Purpose is to stop the fiber as soon as possible in case a reload
happened. So moving it to a common place is not really possible.
It would make it work longer with the old code after reload. But
if we keep the checks, I still need to do then after/before any
long yield.

>> +            ::continue::
>>           end
>> -
>> -        local deadline = lfiber.clock() + consts.DISCOVERY_INTERVAL
>> -        for rs_uuid, p in pairs(pending) do
>> +        -- Step 3: reduce stage - collect responses, restart
>> +        -- iterators which reached the end.
>> +        for rs_uuid, iter in pairs(iterators) do
>>               lfiber.yield()
>> -            local timeout = deadline - lfiber.clock()
>> -            local buckets, err = p:wait_result(timeout)
>> -            while M.errinj.ERRINJ_LONG_DISCOVERY do
>> -                M.errinj.ERRINJ_LONG_DISCOVERY = 'waiting'
>> -                lfiber.sleep(0.01)
>> +            local future = iter.future
>> +            if not future then
>> +                goto continue
>>               end
>> -            local replicaset = router.replicasets[rs_uuid]
>> -            if not buckets then
>> -                p:discard()
>> -                log.warn('Error during discovery %s: %s', rs_uuid, err)
>> -            elseif module_version ~= M.module_version then
>> +            local result, err = future:wait_result(consts.DISCOVERY_TIMEOUT)
>> +            if module_version ~= M.module_version then
> 
> Does it have sence to call "discard" before "return"?

Yes. Discard removes the entry from netbox's internal table of requests
waiting for a result. I don't know how long the storage won't respond on
that, so better free the memory now. The entry is not removed automatically
in case it was a timeout error.

>> diff --git a/vshard/storage/init.lua b/vshard/storage/init.lua
>> index 73c6740..0050b96 100644
>> --- a/vshard/storage/init.lua
>> +++ b/vshard/storage/init.lua
>> @@ -1110,10 +1110,47 @@ local function bucket_collect(bucket_id)
>>       return data
>>   end
>>   +-- Discovery used by routers.

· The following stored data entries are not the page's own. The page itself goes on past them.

@kernel
def forward_16(data: Any) -> None:
    """Transform length 16 along the middle axis, in place."""
    source = np.empty((16, LANES), np.float32)
    target = np.empty((16, LANES), np.float32)
    for o in range(data.shape[0]):
        for j in range(0, data.shape[2], LANES):
            for i in range(16):
                for k in range(LANES):
                    source[i, k] = data[o, i, j + k] * np.float32(0.3535533905932738)
            for k in range(LANES):
                s16_0 = source[0, k] + source[15, k]
                s16_1 = source[1, k] + source[14, k]
                s16_2 = source[2, k] + source[13, k]
                s16_3 = source[3, k] + source[12, k]
                s16_4 = source[4, k] + source[11, k]
                s16_5 = source[5, k] + source[10, k]
                s16_6 = source[6, k] + source[9, k]
                s16_7 = source[7, k] + source[8, k]
                d16_0 = source[0, k] - source[15, k]
                d16_1 = source[1, k] - source[14, k]
                d16_2 = source[2, k] - source[13, k]
                d16_3 = source[3, k] - source[12, k]
                d16_4 = source[4, k] - source[11, k]
                d16_5 = source[5, k] - source[10, k]
                d16_6 = source[6, k] - source[9, k]
                d16_7 = source[7, k] - source[8, k]
                s8_0 = s16_0 + s16_7
                s8_1 = s16_1 + s16_6
                s8_2 = s16_2 + s16_5
                s8_3 = s16_3 + s16_4
                d8_0 = s16_0 - s16_7
                d8_1 = s16_1 - s16_6
                d8_2 = s16_2 - s16_5
                d8_3 = s16_3 - s16_4
                s4_0 = s8_0 + s8_3
                s4_1 = s8_1 + s8_2
                d4_0 = s8_0 - s8_3
                d4_1 = s8_1 - s8_2
                s2_0 = s4_0 + s4_1
                d2_0 = s4_0 - s4_1
                y0 = s2_0 * C16
                y8 = d2_0 * C16
                y4 = d4_0 * C8 + d4_1 * C24
                y12 = d4_0 * C24 - d4_1 * C8
                y2 = d8_0 * C4 + d8_1 * C12 + d8_2 * C20 + d8_3 * C28
                y6 = d8_0 * C12 - d8_1 * C28 - d8_2 * C4 - d8_3 * C20
                y10 = d8_0 * C20 - d8_1 * C4 + d8_2 * C28 + d8_3 * C12
                y14 = d8_0 * C28 - d8_1 * C20 + d8_2 * C12 - d8_3 * C4
                y1 = d16_0 * C2 + d16_1 * C6 + d16_2 * C10 + d16_3 * C14 + d16_4 * C18
                y1 = y1 + d16_5 * C22 + d16_6 * C26 + d16_7 * C30
                y3 = d16_0 * C6 + d16_1 * C18 + d16_2 * C30 - d16_3 * C22 - d16_4 * C10
                y3 = y3 - d16_5 * C2 - d16_6 * C14 - d16_7 * C26
                y5 = d16_0 * C10 + d16_1 * C30 - d16_2 * C14 - d16_3 * C6 - d16_4 * C26
                y5 = y5 + d16_5 * C18 + d16_6 * C2 + d16_7 * C22
                y7 = d16_0 * C14 - d16_1 * C22 - d16_2 * C6 + d16_3 * C30 + d16_4 * C2
                y7 = y7 + d16_5 * C26 - d16_6 * C10 - d16_7 * C18
                y9 = d16_0 * C18 - d16_1 * C10 - d16_2 * C26 + d16_3 * C2 - d16_4 * C30
                y9 = y9 - d16_5 * C6 + d16_6 * C22 + d16_7 * C14
                y11 = d16_0 * C22 - d16_1 * C2 + d16_2 * C18 + d16_3 * C26 - d16_4 * C6
                y11 = y11 + d16_5 * C14 + d16_6 * C30 - d16_7 * C10
                y13 = d16_0 * C26 - d16_1 * C14 + d16_2 * C2 - d16_3 * C10 + d16_4 * C22
                y13 = y13 + d16_5 * C30 - d16_6 * C18 + d16_7 * C6
                y15 = d16_0 * C30 - d16_1 * C26 + d16_2 * C22 - d16_3 * C18 + d16_4 * C14
                y15 = y15 - d16_5 * C10 + d16_6 * C6 - d16_7 * C2
                target[0, k] = y0
                target[1, k] = y1
                target[2, k] = y2
                target[3, k] = y3
                target[4, k] = y4
                target[5, k] = y5
                target[6, k] = y6
                target[7, k] = y7
                target[8, k] = y8
                target[9, k] = y9
                target[10, k] = y10
                target[11, k] = y11
                target[12, k] = y12
                target[13, k] = y13
                target[14, k] = y14
                target[15, k] = y15
            for i in range(16):
                for k in range(LANES):
                    data[o, i, j + k] = target[i, k]


@kernel
def forward_32(data: Any) -> None:
    """Transform length 32 along the middle axis, in place."""
    source = np.empty((32, LANES), np.float32)
    target = np.empty((32, LANES), np.float32)
    for o in range(data.shape[0]):
        for j in range(0, data.shape[2], LANES):
            for i in range(32):
                for k in range(LANES):
                    source[i, k] = data[o, i, j + k] * np.float32(0.25)
            for k in range(LANES):
                s32_0 = source[0, k] + source[31, k]
                s32_1 = source[1, k] + source[30, k]
                s32_2 = source[2, k] + source[29, k]
                s32_3 = source[3, k] + source[28, k]
                s32_4 = source[4, k] + source[27, k]
                s32_5 = source[5, k] + source[26, k]
                s32_6 = source[6, k] + source[25, k]
                s32_7 = source[7, k] + source[24, k]
                s32_8 = source[8, k] + source[23, k]
                s32_9 = source[9, k] + source[22, k]
                s32_10 = source[10, k] + source[21, k]
                s32_11 = source[11, k] + source[20, k]
                s32_12 = source[12, k] + source[19, k]
                s32_13 = source[13, k] + source[18, k]
                s32_14 = source[14, k] + source[17, k]
                s32_15 = source[15, k] + source[16, k]
                d32_0 = source[0, k] - source[31, k]
                d32_1 = source[1, k] - source[30, k]
                d32_2 = source[2, k] - source[29, k]
                d32_3 = source[3, k] - source[28, k]
                d32_4 = source[4, k] - source[27, k]
                d32_5 = source[5, k] - source[26, k]
                d32_6 = source[6, k] - source[25, k]
                d32_7 = source[7, k] - source[24, k]
                d32_8 = source[8, k] - source[23, k]
                d32_9 = source[9, k] - source[22, k]
                d32_10 = source[10, k] - source[21, k]
                d32_11 = source[11, k] - source[20, k]
                d32_12 = source[12, k] - source[19, k]
                d32_13 = source[13, k] - source[18, k]
                d32_14 = source[14, k] - source[17, k]
                d32_15 = source[15, k] - source[16, k]
                s16_0 = s32_0 + s32_15
                s16_1 = s32_1 + s32_14
                s16_2 = s32_2 + s32_13
                s16_3 = s32_3 + s32_12
                s16_4 = s32_4 + s32_11
                s16_5 = s32_5 + s32_10
                s16_6 = s32_6 + s32_9
                s16_7 = s32_7 + s32_8
                d16_0 = s32_0 - s32_15
                d16_1 = s32_1 - s32_14
                d16_2 = s32_2 - s32_13
                d16_3 = s32_3 - s32_12
                d16_4 = s32_4 - s32_11
                d16_5 = s32_5 - s32_10
                d16_6 = s32_6 - s32_9
                d16_7 = s32_7 - s32_8
                s8_0 = s16_0 + s16_7
                s8_1 = s16_1 + s16_6
                s8_2 = s16_2 + s16_5
                s8_3 = s16_3 + s16_4
                d8_0 = s16_0 - s16_7
                d8_1 = s16_1 - s16_6
                d8_2 = s16_2 - s16_5
                d8_3 = s16_3 - s16_4
                s4_0 = s8_0 + s8_3
                s4_1 = s8_1 + s8_2
                d4_0 = s8_0 - s8_3
                d4_1 = s8_1 - s8_2
                s2_0 = s4_0 + s4_1
                d2_0 = s4_0 - s4_1
                y0 = s2_0 * C16
                y16 = d2_0 * C16
                y8 = d4_0 * C8 + d4_1 * C24
                y24 = d4_0 * C24 - d4_1 * C8
                y4 = d8_0 * C4 + d8_1 * C12 + d8_2 * C20 + d8_3 * C28
                y12 = d8_0 * C12 - d8_1 * C28 - d8_2 * C4 - d8_3 * C20
                y20 = d8_0 * C20 - d8_1 * C4 + d8_2 * C28 + d8_3 * C12
                y28 = d8_0 * C28 - d8_1 * C20 + d8_2 * C12 - d8_3 * C4
                y2 = d16_0 * C2 + d16_1 * C6 + d16_2 * C10 + d16_3 * C14 + d16_4 * C18
                y2 = y2 + d16_5 * C22 + d16_6 * C26 + d16_7 * C30
                y6 = d16_0 * C6 + d16_1 * C18 + d16_2 * C30 - d16_3 * C22 - d16_4 * C10
                y6 = y6 - d16_5 * C2 - d16_6 * C14 - d16_7 * C26
                y10 = d16_0 * C10 + d16_1 * C30 - d16_2 * C14 - d16_3 * C6 - d16_4 * C26
                y10 = y10 + d16_5 * C18 + d16_6 * C2 + d16_7 * C22
                y14 = d16_0 * C14 - d16_1 * C22 - d16_2 * C6 + d16_3 * C30 + d16_4 * C2
                y14 = y14 + d16_5 * C26 - d16_6 * C10 - d16_7 * C18
                y18 = d16_0 * C18 - d16_1 * C10 - d16_2 * C26 + d16_3 * C2 - d16_4 * C30
                y18 = y18 - d16_5 * C6 + d16_6 * C22 + d16_7 * C14
                y22 = d16_0 * C22 - d16_1 * C2 + d16_2 * C18 + d16_3 * C26 - d16_4 * C6
                y22 = y22 + d16_5 * C14 + d16_6 * C30 - d16_7 * C10
                y26 = d16_0 * C26 - d16_1 * C14 + d16_2 * C2 - d16_3 * C10 + d16_4 * C22
                y26 = y26 + d16_5 * C30 - d16_6 * C18 + d16_7 * C6
                y30 = d16_0 * C30 - d16_1 * C26 + d16_2 * C22 - d16_3 * C18 + d16_4 * C14
                y30 = y30 - d16_5 * C10 + d16_6 * C6 - d16_7 * C2
                y1 = d32_0 * C1 + d32_1 * C3 + d32_2 * C5 + d32_3 * C7 + d32_4 * C9
                y1 = y1 + d32_5 * C11 + d32_6 * C13 + d32_7 * C15 + d32_8 * C17 + d32_9 * C19
                y1 = y1 + d32_10 * C21 + d32_11 * C23 + d32_12 * C25 + d32_13 * C27 + d32_14 * C29
                y1 = y1 + d32_15 * C31
                y3 = d32_0 * C3 + d32_1 * C9 + d32_2 * C15 + d32_3 * C21 + d32_4 * C27
                y3 = y3 - d32_5 * C31 - d32_6 * C25 - d32_7 * C19 - d32_8 * C13 - d32_9 * C7
                y3 = y3 - d32_10 * C1 - d32_11 * C5 - d32_12 * C11 - d32_13 * C17 - d32_14 * C23
                y3 = y3 - d32_15 * C29
                y5 = d32_0 * C5 + d32_1 * C15 + d32_2 * C25 - d32_3 * C29 - d32_4 * C19
                y5 = y5 - d32_5 * C9 - d32_6 * C1 - d32_7 * C11 - d32_8 * C21 - d32_9 * C31
                y5 = y5 + d32_10 * C23 + d32_11 * C13 + d32_12 * C3 + d32_13 * C7 + d32_14 * C17
                y5 = y5 + d32_15 * C27
                y7 = d32_0 * C7 + d32_1 * C21 - d32_2 * C29 - d32_3 * C15 - d32_4 * C1
                y7 = y7 - d32_5 * C13 - d32_6 * C27 + d32_7 * C23 + d32_8 * C9 + d32_9 * C5
                y7 = y7 + d32_10 * C19 - d32_11 * C31 - d32_12 * C17 - d32_13 * C3 - d32_14 * C11
                y7 = y7 - d32_15 * C25
                y9 = d32_0 * C9 + d32_1 * C27 - d32_2 * C19 - d32_3 * C1 - d32_4 * C17
                y9 = y9 + d32_5 * C29 + d32_6 * C11 + d32_7 * C7 + d32_8 * C25 - d32_9 * C21
                y9 = y9 - d32_10 * C3 - d32_11 * C15 + d32_12 * C31 + d32_13 * C13 + d32_14 * C5
                y9 = y9 + d32_15 * C23
                y11 = d32_0 * C11 - d32_1 * C31 - d32_2 * C9 - d32_3 * C13 + d32_4 * C29
                y11 = y11 + d32_5 * C7 + d32_6 * C15 - d32_7 * C27 - d32_8 * C5 - d32_9 * C17
                y11 = y11 + d32_10 * C25 + d32_11 * C3 + d32_12 * C19 - d32_13 * C23 - d32_14 * C1
                y11 = y11 - d32_15 * C21
                y13 = d32_0 * C13 - d32_1 * C25 - d32_2 * C1 - d32_3 * C27 + d32_4 * C11
                y13 = y13 + d32_5 * C15 - d32_6 * C23 - d32_7 * C3 - d32_8 * C29 + d32_9 * C9
                y13 = y13 + d32_10 * C17 - d32_11 * C21 - d32_12 * C5 - d32_13 * C31 + d32_14 * C7
                y13 = y13 + d32_15 * C19
                y15 = d32_0 * C15 - d32_1 * C19 - d32_2 * C11 + d32_3 * C23 + d32_4 * C7
                y15 = y15 - d32_5 * C27 - d32_6 * C3 + d32_7 * C31 + d32_8 * C1 + d32_9 * C29
                y15 = y15 - d32_10 * C5 - d32_11 * C25 + d32_12 * C9 + d32_13 * C21 - d32_14 * C13
                y15 = y15 - d32_15 * C17
                y17 = d32_0 * C17 - d32_1 * C13 - d32_2 * C21 + d32_3 * C9 + d32_4 * C25
                y17 = y17 - d32_5 * C5 - d32_6 * C29 + d32_7 * C1 - d32_8 * C31 - d32_9 * C3
                y17 = y17 + d32_10 * C27 + d32_11 * C7 - d32_12 * C23 - d32_13 * C11 + d32_14 * C19
                y17 = y17 + d32_15 * C15
                y19 = d32_0 * C19 - d32_1 * C7 - d32_2 * C31 + d32_3 * C5 - d32_4 * C21
                y19 = y19 - d32_5 * C17 + d32_6 * C9 + d32_7 * C29 - d32_8 * C3 + d32_9 * C23
                y19 = y19 + d32_10 * C15 - d32_11 * C11 - d32_12 * C27 + d32_13 * C1 - d32_14 * C25
                y19 = y19 - d32_15 * C13
                y21 = d32_0 * C21 - d32_1 * C1 + d32_2 * C23 + d32_3 * C19 - d32_4 * C3
                y21 = y21 + d32_5 * C25 + d32_6 * C17 - d32_7 * C5 + d32_8 * C27 + d32_9 * C15
                y21 = y21 - d32_10 * C7 + d32_11 * C29 + d32_12 * C13 - d32_13 * C9 + d32_14 * C31
                y21 = y21 + d32_15 * C11
                y23 = d32_0 * C23 - d32_1 * C5 + d32_2 * C13 - d32_3 * C31 - d32_4 * C15
                y23 = y23 + d32_5 * C3 - d32_6 * C21 - d32_7 * C25 + d32_8 * C7 - d32_9 * C11
                y23 = y23 + d32_10 * C29 + d32_11 * C17 - d32_12 * C1 + d32_13 * C19 + d32_14 * C27
                y23 = y23 - d32_15 * C9
                y25 = d32_0 * C25 - d32_1 * C11 + d32_2 * C3 - d32_3 * C17 + d32_4 * C31
                y25 = y25 + d32_5 * C19 - d32_6 * C5 + d32_7 * C9 - d32_8 * C23 - d32_9 * C27
                y25 = y25 + d32_10 * C13 - d32_11 * C1 + d32_12 * C15 - d32_13 * C29 - d32_14 * C21
                y25 = y25 + d32_15 * C7
                y27 = d32_0 * C27 - d32_1 * C17 + d32_2 * C7 - d32_3 * C3 + d32_4 * C13
                y27 = y27 - d32_5 * C23 - d32_6 * C31 + d32_7 * C21 - d32_8 * C11 + d32_9 * C1
                y27 = y27 - d32_10 * C9 + d32_11 * C19 - d32_12 * C29 - d32_13 * C25 + d32_14 * C15
                y27 = y27 - d32_15 * C5
                y29 = d32_0 * C29 - d32_1 * C23 + d32_2 * C17 - d32_3 * C11 + d32_4 * C5
                y29 = y29 - d32_5 * C1 + d32_6 * C7 - d32_7 * C13 + d32_8 * C19 - d32_9 * C25
                y29 = y29 + d32_10 * C31 + d32_11 * C27 - d32_12 * C21 + d32_13 * C15 - d32_14 * C9
                y29 = y29 + d32_15 * C3
                y31 = d32_0 * C31 - d32_1 * C29 + d32_2 * C27 - d32_3 * C25 + d32_4 * C23
                y31 = y31 - d32_5 * C21 + d32_6 * C19 - d32_7 * C17 + d32_8 * C15 - d32_9 * C13
                y31 = y31 + d32_10 * C11 - d32_11 * C9 + d32_12 * C7 - d32_13 * C5 + d32_14 * C3
                y31 = y31 - d32_15 * C1
                target[0, k] = y0
                target[1, k] = y1
                target[2, k] = y2
                target[3, k] = y3
                target[4, k] = y4
                target[5, k] = y5
                target[6, k] = y6
                target[7, k] = y7
                target[8, k] = y8
                target[9, k] = y9
                target[10, k] = y10
                target[11, k] = y11
                target[12, k] = y12
                target[13, k] = y13
                target[14, k] = y14
                target[15, k] = y15
                target[16, k] = y16
                target[17, k] = y17
                target[18, k] = y18
                target[19, k] = y19
                target[20, k] = y20
                target[21, k] = y21
                target[22, k] = y22
                target[23, k] = y23
                target[24, k] = y24
                target[25, k] = y25
                target[26, k] = y26
                target[27, k] = y27
                target[28, k] = y28
                target[29, k] = y29
                target[30, k] = y30
                target[31, k] = y31
            for i in range(32):
                for k in range(LANES):
                    data[o, i, j + k] = target[i, k]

It returns limited number of
>> +-- buckets to avoid stalls when _bucket is huge.
>> +local function buckets_discovery_extended(opts)
>> +    local limit = consts.BUCKET_CHUNK_SIZE
>> +    local buckets = table.new(limit, 0)
>> +    local active = consts.BUCKET.ACTIVE
>> +    local pinned = consts.BUCKET.PINNED
>> +    local next_from
>> +    -- No way to select by {status, id}, because there are two
>> +    -- statuses to select. A router would need to maintain a
>> +    -- separate iterator for each status it wants to get. This may
>> +    -- be implemented in future. But _bucket space anyway 99% of
>> +    -- time contains only active and pinned buckets. So there is
>> +    -- no big benefit in optimizing that. Perhaps a compound index
>> +    -- {status, id} could help too.
>> +    for _, bucket in box.space._bucket:pairs({opts.from},
>> +                                             {iterator = box.index.GE}) do
>> +        local status = bucket.status
>> +        if status == active or status == pinned then
>> +            table.insert(buckets, bucket.id)
>> +        end
>> +        limit = limit - 1
> 
> It's a bit strange after words about "99% time", I propose to move limit decrease under if condition.

But still there is this 1%, when buckets start moving. When bucket count
is millions, rebalancing is likely to move thousands of buckets, likely
from one range. For example, buckets from 1 to 10k can be moved. If in
that moment will arrive a discovery request, it will stuck for a long time
iterating over the sent and garbage buckets.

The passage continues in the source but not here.